Seeing that BFN is hard, but at same time it means you are not in limbo anymore and hopefully your heart will be able to accept it. Because I hadn't yet seen mw to confirm mc, I 'liked' (if you know what I mean) to see the numbers decreasing, because at least it meant I stopped hoping. The hoping is truly dreadful and heart wrenching. No period yet, but 2 days ago I started with CM again and honestly, that made me feel better - my body was working as it should again and it meant we could start TTC again.

Big hug and hope you feel better. xxx
 
Aww hun, I definitely think you should speak to epu about getting a scan for closure. Without mine, I would definitely feel the same as you - what if? etc. I think it's really important, so would speak to them and explain how you're feeling. I'm sorry for your loss xx
 
Thanks ladies. When I said they did an internal exam, it wasn't a scan, it was just a physical examination with a speculum.
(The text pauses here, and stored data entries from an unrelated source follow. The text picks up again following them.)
import type { Knex } from 'knex'
import { fileURLToPath } from 'node:url'

/** Migrations run as the owner of the schema; the application's own account may not change tables. */
const config: Knex.Config = {
  client: 'mysql2',
  connection: process.env.DATABASE_MIGRATION_URL ?? process.env.DATABASE_URL ?? '',
  pool: { min: 0, max: 2 },
  migrations: {
    directory: fileURLToPath(new URL('./db/migrations', import.meta.url)),
    extension: 'ts',
    loadExtensions: ['.ts'],
    tableName: 'schema_migration',
  },
}

export default config
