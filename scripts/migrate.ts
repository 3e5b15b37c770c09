import knex from 'knex'
import config from '../knexfile'

/** Longest wait for another process that is migrating the same schema. */
const PATIENCE_S = 120

type Named = [Array<{ name: string, held: number | null }>, unknown]

/**
 * Brings the schema up to date. A named lock of the server, which ends with its connection, lets one process migrate at a time;
 * so a knex lock found while holding it was left by a process that was killed, and is freed.
 */
async function migrate(): Promise<void> {
  const guard = knex({ ...config, pool: { min: 1, max: 1, idleTimeoutMillis: 600_000 } })
  const database = knex(config)
  try {
    const [[row]] = await guard.raw<Named>('SELECT DATABASE() AS name, GET_LOCK(CONCAT(\'migrate \', LEFT(DATABASE(), 50)), ?) AS held', [PATIENCE_S])
    if (row?.held !== 1) throw new Error('Another process has been migrating this database for two minutes.')
    await database.migrate.forceFreeMigrationsLock()
    const [, done] = await database.migrate.latest() as [number, string[]]
    process.stdout.write(`${JSON.stringify({ migrated: done })}\n`)
  }
  finally {
    await database.destroy()
    await guard.destroy()
  }
}

await migrate().catch((error: unknown) => {
  process.stderr.write(`${error instanceof Error ? error.message : String(error)}\n`)
  process.exitCode = 1
})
So that's why I didn't see anything. The Dr just confirmed the mc because she found the 'product of conception' (what a horrible term) when she removed some clots. I don't think epu will see me though. Dr told me to do a test in 3 weeks and phone them if positive. Did an ic test yesterday, but that was still strongly positive, which it would be a week on. Will do a cb digi tonight and see what that says.